#### Task details:
Could you return the lines below exactly, from the first line up to and including the line that holds "const row = (...parts: VNode[])"?

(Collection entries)
== Segment start ==
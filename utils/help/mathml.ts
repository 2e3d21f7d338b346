import { h, type VNode } from 'vue'
import type { Expr, Formula } from './formula'
import { isCompound } from './formula'

/** Formulas set as MathML. */

const FOLDS = { sum: '∑', greatest: 'max' } as const

const operator = (sign: string, attributes: Record<string, string> = {}) => h('mo', attributes, sign)
const row = (...parts: VNode[]) => h('mrow', parts)
const inBrackets = (part: VNode, [open, close] = ['(', ')']) => row(operator(open!), part, operator(close!))

function joined(parts: readonly Expr[], between: () => VNode, set: (part: Expr) => VNode): VNode {
  return row(...parts.flatMap((part, k) => (k === 0 ? [set(part)] : [between(), set(part)])))
}

/** `J_rms` becomes J with rms beneath it; letters slant, words stand upright. */
function setSymbol(symbol: string): VNode {
  const [base = '', index] = symbol.split('_')
  const letter = h('mi', base)
  if (!index) return letter
  const isWord = index.length > 1 && index !== 'ij'
  return h('msub', [letter, isWord ? h('mtext', index) : h('mi', index)])
}

/** A number before a bracket or a letter needs no sign; two numbers, or a letter before a bracket, need one. */
const product = (parts: readonly Expr[]) =>
  joined(parts, () => operator('·', { lspace: '0.15em', rspace: '0.15em' }), setFactor)

const setFactor = (part: Expr): VNode => (isCompound(part) ? inBrackets(setExpr(part)) : setExpr(part))

function setExpr(expr: Expr): VNode {
  if (typeof expr === 'number') return h('mn', String(expr))
  if (typeof expr === 'string') return setSymbol(expr)
  switch (expr.op) {
    case 'plus':
      return joined(expr.of, () => operator('+'), setExpr)
    case 'times':
      return product(expr.of)
    case 'minus':
      return row(setExpr(expr.a), operator('−'), setFactor(expr.b))
    case 'plusMinus':
      return row(setExpr(expr.a), operator('±'), setFactor(expr.b))
    case 'over':
      return h('mfrac', [setExpr(expr.a), setExpr(expr.b)])
    case 'root':
      return h('msqrt', [setExpr(expr.of)])
    case 'size':
      return inBrackets(setExpr(expr.of), ['|', '|'])
    case 'square':
      return h('msup', [setFactor(expr.of), h('mn', '2')])
    case 'most':
    case 'least':
      return row(
        h('mi', { mathvariant: 'normal' }, expr.op === 'most' ? 'max' : 'min'),
        inBrackets(joined(expr.of, () => operator(','), setExpr)),
      )
    default:
      return row(
        h('munder', [operator(FOLDS[expr.op], { movablelimits: 'false' }), h('mi', expr.index)]),
        setFactor(expr.body),
      )
  }
}

/** A formula as mathematics. Hidden from screen readers: it is spoken in words beside it. */
export const setFormula = ({ symbol, expr }: Formula): VNode =>
  h('math', { 'aria-hidden': 'true', display: 'block' }, [row(setSymbol(symbol), operator('='), setExpr(expr))])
== Segment end ==
#### Result for this task:
filename utils/help/mathml.ts
repository 2e3d21f7d338b346
import { h, type VNode } from 'vue'
import type { Expr, Formula } from './formula'
import { isCompound } from './formula'

/** Formulas set as MathML. */

const FOLDS = { sum: '∑', greatest: 'max' } as const

const operator = (sign: string, attributes: Record<string, string> = {}) => h('mo', attributes, sign)
const row = (...parts: VNode[]) => h('mrow', parts)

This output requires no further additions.